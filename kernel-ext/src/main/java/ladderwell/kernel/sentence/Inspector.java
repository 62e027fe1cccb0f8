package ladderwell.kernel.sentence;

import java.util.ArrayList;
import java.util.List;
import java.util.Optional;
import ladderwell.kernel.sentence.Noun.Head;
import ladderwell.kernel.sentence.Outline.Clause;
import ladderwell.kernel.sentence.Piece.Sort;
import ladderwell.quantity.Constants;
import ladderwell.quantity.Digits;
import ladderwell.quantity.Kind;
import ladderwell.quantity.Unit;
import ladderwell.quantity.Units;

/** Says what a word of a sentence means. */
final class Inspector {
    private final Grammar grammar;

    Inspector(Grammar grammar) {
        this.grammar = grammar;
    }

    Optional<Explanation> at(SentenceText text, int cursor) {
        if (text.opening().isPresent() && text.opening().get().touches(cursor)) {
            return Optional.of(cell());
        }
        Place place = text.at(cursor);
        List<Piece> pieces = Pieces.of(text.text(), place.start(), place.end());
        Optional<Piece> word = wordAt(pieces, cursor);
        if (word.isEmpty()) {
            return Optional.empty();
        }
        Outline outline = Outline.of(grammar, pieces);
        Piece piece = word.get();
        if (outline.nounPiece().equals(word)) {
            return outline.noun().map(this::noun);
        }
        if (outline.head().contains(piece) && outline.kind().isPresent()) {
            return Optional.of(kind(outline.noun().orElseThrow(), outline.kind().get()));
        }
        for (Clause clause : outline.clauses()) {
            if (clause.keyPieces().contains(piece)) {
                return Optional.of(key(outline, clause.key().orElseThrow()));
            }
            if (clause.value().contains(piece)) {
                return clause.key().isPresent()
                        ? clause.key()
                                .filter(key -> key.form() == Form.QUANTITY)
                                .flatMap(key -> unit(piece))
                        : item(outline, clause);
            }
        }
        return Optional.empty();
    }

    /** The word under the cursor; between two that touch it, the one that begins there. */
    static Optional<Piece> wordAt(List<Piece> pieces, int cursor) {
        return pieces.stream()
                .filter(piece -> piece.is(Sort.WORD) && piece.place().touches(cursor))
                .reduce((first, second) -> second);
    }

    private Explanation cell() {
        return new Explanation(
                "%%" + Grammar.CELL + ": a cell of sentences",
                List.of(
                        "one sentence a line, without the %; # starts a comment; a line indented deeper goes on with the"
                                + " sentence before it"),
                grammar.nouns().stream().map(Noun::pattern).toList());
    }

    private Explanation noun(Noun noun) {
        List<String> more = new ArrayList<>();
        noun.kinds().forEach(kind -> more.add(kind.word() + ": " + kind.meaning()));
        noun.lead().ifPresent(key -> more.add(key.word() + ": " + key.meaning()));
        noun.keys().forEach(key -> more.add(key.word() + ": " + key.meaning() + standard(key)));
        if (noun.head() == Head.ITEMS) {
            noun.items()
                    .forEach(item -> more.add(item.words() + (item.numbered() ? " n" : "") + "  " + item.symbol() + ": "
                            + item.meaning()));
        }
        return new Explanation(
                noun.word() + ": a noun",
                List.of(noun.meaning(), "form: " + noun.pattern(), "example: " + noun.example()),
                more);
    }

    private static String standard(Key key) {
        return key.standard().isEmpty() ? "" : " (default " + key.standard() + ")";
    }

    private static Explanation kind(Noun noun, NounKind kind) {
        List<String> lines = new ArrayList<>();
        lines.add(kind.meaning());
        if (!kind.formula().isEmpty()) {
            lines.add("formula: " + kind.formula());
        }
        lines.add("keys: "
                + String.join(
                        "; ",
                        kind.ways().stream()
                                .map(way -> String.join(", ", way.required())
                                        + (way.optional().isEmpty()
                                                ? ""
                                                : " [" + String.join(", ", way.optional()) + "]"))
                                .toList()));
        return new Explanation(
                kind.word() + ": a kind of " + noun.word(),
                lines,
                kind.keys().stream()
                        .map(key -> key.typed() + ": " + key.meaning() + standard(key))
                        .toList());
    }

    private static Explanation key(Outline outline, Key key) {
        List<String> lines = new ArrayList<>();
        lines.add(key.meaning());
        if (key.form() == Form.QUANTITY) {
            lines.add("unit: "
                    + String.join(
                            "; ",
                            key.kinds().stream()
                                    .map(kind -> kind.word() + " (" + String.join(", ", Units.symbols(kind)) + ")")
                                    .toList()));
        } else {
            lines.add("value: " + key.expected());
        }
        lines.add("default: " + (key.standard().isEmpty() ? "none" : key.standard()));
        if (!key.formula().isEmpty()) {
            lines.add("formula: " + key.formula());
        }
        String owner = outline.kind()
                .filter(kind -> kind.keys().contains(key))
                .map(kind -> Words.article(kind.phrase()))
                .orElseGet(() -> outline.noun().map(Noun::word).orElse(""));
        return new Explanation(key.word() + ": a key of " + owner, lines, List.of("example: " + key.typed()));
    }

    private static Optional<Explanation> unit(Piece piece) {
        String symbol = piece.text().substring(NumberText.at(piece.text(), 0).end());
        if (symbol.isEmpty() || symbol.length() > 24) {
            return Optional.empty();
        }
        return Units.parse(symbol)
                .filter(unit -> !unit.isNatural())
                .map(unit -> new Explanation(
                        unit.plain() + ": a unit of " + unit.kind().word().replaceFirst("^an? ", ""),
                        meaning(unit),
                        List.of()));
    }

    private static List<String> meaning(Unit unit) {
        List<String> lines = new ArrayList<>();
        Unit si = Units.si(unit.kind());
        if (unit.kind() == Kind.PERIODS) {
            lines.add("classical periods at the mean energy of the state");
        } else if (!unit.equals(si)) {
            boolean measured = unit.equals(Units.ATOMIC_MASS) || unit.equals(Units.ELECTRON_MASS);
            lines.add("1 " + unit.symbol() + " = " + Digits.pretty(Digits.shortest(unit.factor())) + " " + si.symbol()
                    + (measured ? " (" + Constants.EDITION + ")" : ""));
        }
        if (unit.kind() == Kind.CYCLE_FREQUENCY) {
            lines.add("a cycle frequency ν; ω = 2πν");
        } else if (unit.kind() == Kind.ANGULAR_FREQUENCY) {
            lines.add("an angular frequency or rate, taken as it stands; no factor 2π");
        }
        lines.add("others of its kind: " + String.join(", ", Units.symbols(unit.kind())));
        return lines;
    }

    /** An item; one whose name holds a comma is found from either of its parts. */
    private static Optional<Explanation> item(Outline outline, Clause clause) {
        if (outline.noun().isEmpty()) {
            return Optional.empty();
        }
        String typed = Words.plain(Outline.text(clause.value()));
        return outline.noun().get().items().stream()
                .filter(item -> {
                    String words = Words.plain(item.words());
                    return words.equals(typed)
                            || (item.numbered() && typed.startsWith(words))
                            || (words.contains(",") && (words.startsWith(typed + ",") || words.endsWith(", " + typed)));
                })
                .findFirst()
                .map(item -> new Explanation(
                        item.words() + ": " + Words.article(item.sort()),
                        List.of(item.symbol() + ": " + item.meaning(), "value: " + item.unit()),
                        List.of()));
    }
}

▸ PROMPT: The listing above holds a line with "return outline.noun().map(this::noun);" and a line with "-> key.form() == Form.QUANTITY)". Print the stretch from the first through the second, exactly and alone.

▸ YOUR RESPONSE:
            return outline.noun().map(this::noun);
        }
        if (outline.head().contains(piece) && outline.kind().isPresent()) {
            return Optional.of(kind(outline.noun().orElseThrow(), outline.kind().get()));
        }
        for (Clause clause : outline.clauses()) {
            if (clause.keyPieces().contains(piece)) {
                return Optional.of(key(outline, clause.key().orElseThrow()));
            }
            if (clause.value().contains(piece)) {
                return clause.key().isPresent()
                        ? clause.key()
                                .filter(key -> key.form() == Form.QUANTITY)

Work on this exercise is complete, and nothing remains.